European Commission Publishes Draft ePrivacy Regulation
Commission announced the release of its Proposal for a Regulation of the European Parliament and of the Council on Privacy and Electronic Communications (Proposed Regulation), which is set to repeal Directive 2002/58/EC (ePrivacy Directive). The Proposed Regulation as discussed previously on InfoBytesis intended to update the current rules to keep up with technical developments and adapting them to the General Data Protection Regulation (GDPR). Among other things, the Proposed Regulation will expand the scope of the ePrivacy rules to include internet-based voice and internet-messaging services, and to cover the content of communications, including metadata such as the time and location of a call. Furthermore, with regards to cookies, the Proposed Regulation does not require the consent of the user for non-privacy intrusive cookies, which either improve internet experience or measure the number of visitors to a specific website. The proposed Regulation also includes an opt-in requirement for telemarketing calls, unless national laws provide the recipient with a right to object. The Proposed Regulation also contains language extending the remedies currently provided under the GDPR. Once passed, the Proposed Regulation would become effective on May 25, 2018. Links to other related documents and information may be accessed through the following links:
CFPB Publishes Rule Implementing Civil Penalty Inflation Adjustments
On January 12, the CFPB published a final rule adjusting upward the maximum amount of each civil penalty within its jurisdiction, as required by provisions of the Inflation Adjustment Act and OMB Guidance. As explained in the rule, the new penalty amounts for 2017 are calculated by multiplying the corresponding 2016 penalty by a “cost-of-living adjustment” multiplier—which for 2017 has been set by the OMB at 1.01636—and then rounding to the nearest dollar. The new penalty amounts apply to civil penalties assessed after January 15, 2017.

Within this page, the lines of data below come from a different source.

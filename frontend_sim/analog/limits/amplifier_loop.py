"""An amplifier in a circuit of its own, which slews and meets its rails."""

from __future__ import annotations

import math
from dataclasses import dataclass, field
from typing import Self

import numpy as np

from frontend_sim.analog.block import Real
from frontend_sim.analog.limits.follower import NAMES
from frontend_sim.analog.limits.limiter import Limiter, Segments, Touched, continuous
from frontend_sim.analog.limits.loop_model import LoopModel
from frontend_sim.analog.limits.loop_steps import LoopSteps, poles_of
from frontend_sim.analog.network import Opened, OpenLoop


@dataclass(frozen=True, eq=False)
class AmplifierLoop(Limiter):
    """The circuit around an amplifier, whose inner voltage w is held to slopes and levels.

    The states are those of the circuit cut open at the amplifier's output, of its second pole, and
    w as the last one. With e the difference of the amplifier's inputs,

        dx/dt = a x + b_u u + b_w w                         in any case,
        dw/dt = clip(w_u e - (w_u / A0) w, -down, up)       with a gain-bandwidth product w_u,
        w = A0 e, or e = 0                                  without: w = t x + t_u u while free,

    and low <= w <= high. Held at a rail w leaves it when the loop asks it back: when the asked
    slope turns, or w = t x + t_u u does; the capacitors have gone on charging meanwhile.

    Constants (offset, references, bias currents) are not among the inputs: all is told relative to
    where they let it stand, rails included.

    Parameters
    ----------
    free, held : dx/dt from x, u and du/dt while nothing limits, and from x, u and the limited slope
        while something does, shape (n, n + 2) [1/s]
    target : t, t_u of an amplifier without a pole, shape (n + 1,), the last state's weight zero;
        None for one with a gain-bandwidth product
    output : y from x and u, shape (n + 1,)
    standing : of the output, by constants alone [V]
    up, down : [V/s];  low, high : of w, relative to where constants let it stand [V]
    """

    replaced: range
    free: Real
    held: Real
    target: Real | None
    output: Real
    standing: float
    up: float
    down: float
    low: float
    high: float
    limits = NAMES
    bends = False
    raised = True
    _known: dict[int, LoopSteps] = field(default_factory=dict)

    @classmethod
    def of(
        cls,
        opened: Opened,
        gain: OpenLoop,
        limits: tuple[float, float, float, float],
        standing: tuple[float, float],
    ) -> Self:
        """Close an opened circuit again, with limits.

        Parameters
        ----------
        limits : up, down [V/s], low, high [V]
        standing : of the driven node and of the output, by constants alone [V]

        Raises
        ------
        ModelError
            If the amplifier is ideal, and its output cannot act on its inputs at once.
        """
        up, down, low, high = limits
        model = LoopModel.of(opened, gain)
        low, high = low - standing[0], high - standing[0]
        return cls(
            range(1), model.free, model.held, model.target, model.output, standing[1],
            up, down, low, high,
        )  # fmt: skip

    def rates(self) -> tuple[float, ...]:
        """Return the magnitudes of the poles, free and held [rad/s]."""
        return tuple(np.abs(poles_of(self.free, self.held)).tolist())

    def start(self, u: float, v: float) -> Real:
        """Return deviation, mode, input, x of the linear model, what lies beyond it, x, and age."""
        n = len(self.held)
        plain, beyond = np.zeros(n), np.zeros(n)
        states = slice(0, n) if self.target is None else slice(0, n - 1)
        plain[states] = -np.linalg.solve(self.free[states, states], self.free[states, n] * u)
        if self.target is not None:
            plain[-1] = self.target[:n] @ plain + self.target[n] * u
        beyond[-1] = min(max(plain[-1], self.low), self.high) - plain[-1]
        if beyond[-1] != 0.0:
            a, b = self.held[:-1, : n - 1], self.held[:-1, n - 1]
            beyond[:-1] = -np.linalg.solve(a, b * beyond[-1])
        d = float(self.output[:n] @ beyond)
        return np.concatenate([[d, -1.0, u], plain, beyond, plain + beyond, [math.inf]])

    def advance(self, state: Real, span: Segments) -> tuple[Real, Real, Real, Touched]:
        """Advance event by event; without a pole in the amplifier the deviation jumps as u does."""
        from frontend_sim.analog.limits.amplifier_kernels import loop

        touched, deviation = Touched.none(4), np.empty(len(span.length))
        begun = np.empty(len(span.jumps))
        after, n = state.copy(), len(self.held)
        static, steps = self.target is not None, self._steps(float(np.max(span.length)))
        target = np.zeros(n + 1) if self.target is None else self.target
        loop(
            (0.0,) * n, after, span.length, span.begin, span.end, span.linear, self.standing,
            span.jumps, steps.unit, steps.first, steps.fine, steps.steps, steps.rates,
            steps.lasting, steps.longest,
            self.free[-1], target, static, self.output,
            self.up, self.down, self.low, self.high,
            deviation, begun, touched.time, touched.piece, touched.since,
        )  # fmt: skip
        if not static:
            begun = continuous(state, deviation, span.jumps)
        return after, deviation, begun, touched

    def _steps(self, longest: float) -> LoopSteps:
        """Return the steps for pieces of up to ``longest`` [s]."""
        top = math.ceil(math.log2(max(longest, 1e-300)))
        if top not in self._known:
            self._known[top] = LoopSteps.of(self.free, self.held, top)
        return self._known[top]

CFPB Proposes Amending Ethical Standards for Employees
On January 10, the CFPB issued a notice of proposed rulemaking concerning amendments to its existing Supplemental Standards of Ethical Conduct for Employees. Among other things, the proposed rule would amend CFPB Ethics Regulations that address: (i) outside employment for covered employees; (ii) Bureau employee ownership or control of certain securities; (iii) restrictions on seeking, obtaining, or renegotiating credit; and (iv) disqualification requirements based on existing indebtedness. The proposed rule is also intended to clarify certain definitions. Comments on the proposal must be received on or before February 9.
Special Inspector General for TARP Issues Report on "Hardest Hit Fund"

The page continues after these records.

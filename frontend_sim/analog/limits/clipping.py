"""An output that is cut off at two levels."""

from __future__ import annotations

from dataclasses import dataclass

import numpy as np

from frontend_sim.analog.block import Real
from frontend_sim.analog.limits.limiter import Limiter, Segments, Touched


@dataclass(frozen=True, eq=False)
class Clipping(Limiter):
    """An ideal gain between two levels, beyond which little or nothing of its slope is left,

        y = clip(G u, low, high) + residue (G u - clip(G u, low, high)).

    Parameters
    ----------
    gain : G [1];  low, high : [V]
    residue : share of the slope beyond the levels, 0 for a rail [1]
    limits : names of the two levels
    """

    replaced: range
    gain: float
    low: float
    high: float
    residue: float = 0.0
    limits: tuple[str, ...] = ("its upper rail", "its lower rail")

    def start(self, u: float, v: float) -> Real:
        """Return the deviation at rest."""
        return self._deviation(np.array([v]))

    def advance(self, state: Real, span: Segments) -> tuple[Real, Real, Real, Touched]:
        """Cut each end off, see ``Limiter``."""
        from frontend_sim.analog.limits.kernels import cut_off

        touched, deviation = Touched.none(2), np.empty(len(span.length))
        told = (touched.time, touched.piece, touched.since)
        limits = (self.gain, self.low, self.high, self.residue)
        cut_off(span.length, span.begin, span.end, *limits, deviation, *told)
        before = self._deviation(self.gain * span.begin[span.jumps])
        return deviation[-1:], deviation, before, touched

    def _deviation(self, v: Real) -> Real:
        return (1.0 - self.residue) * (np.clip(v, self.low, self.high) - v)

On January 12, the Special Inspector General for the Troubled Asset Relief Program (SIGTARP) announced the release of its report on TARP’s “Hardest Hit Fund” (HHF). Created in 2010, the HHF provides a temporary safety net to help save the homes of unemployed and underemployed Americans in 19 states deemed to be the hardest-hit areas of the country. Among other things, the report noted that a majority of the more than 160,000 people denied funds through the program earned less than $30,000. The report notes that SIGTARP is unable to determine why denial rates for homeowners making less than $30,000 are so high, in part, because state agencies' records are non-existent, missing, or incomplete. Indeed, according to the report, some state agencies were unable to provide “even basic aggregate information about why homeowners were denied, let alone a specific reason for each person turned away.” The report emphasized, among other things, the need for all such records-related deficiencies be “immediately remedied.” The report also recommended that state agencies “remove unnecessary restrictions for participation in the program.”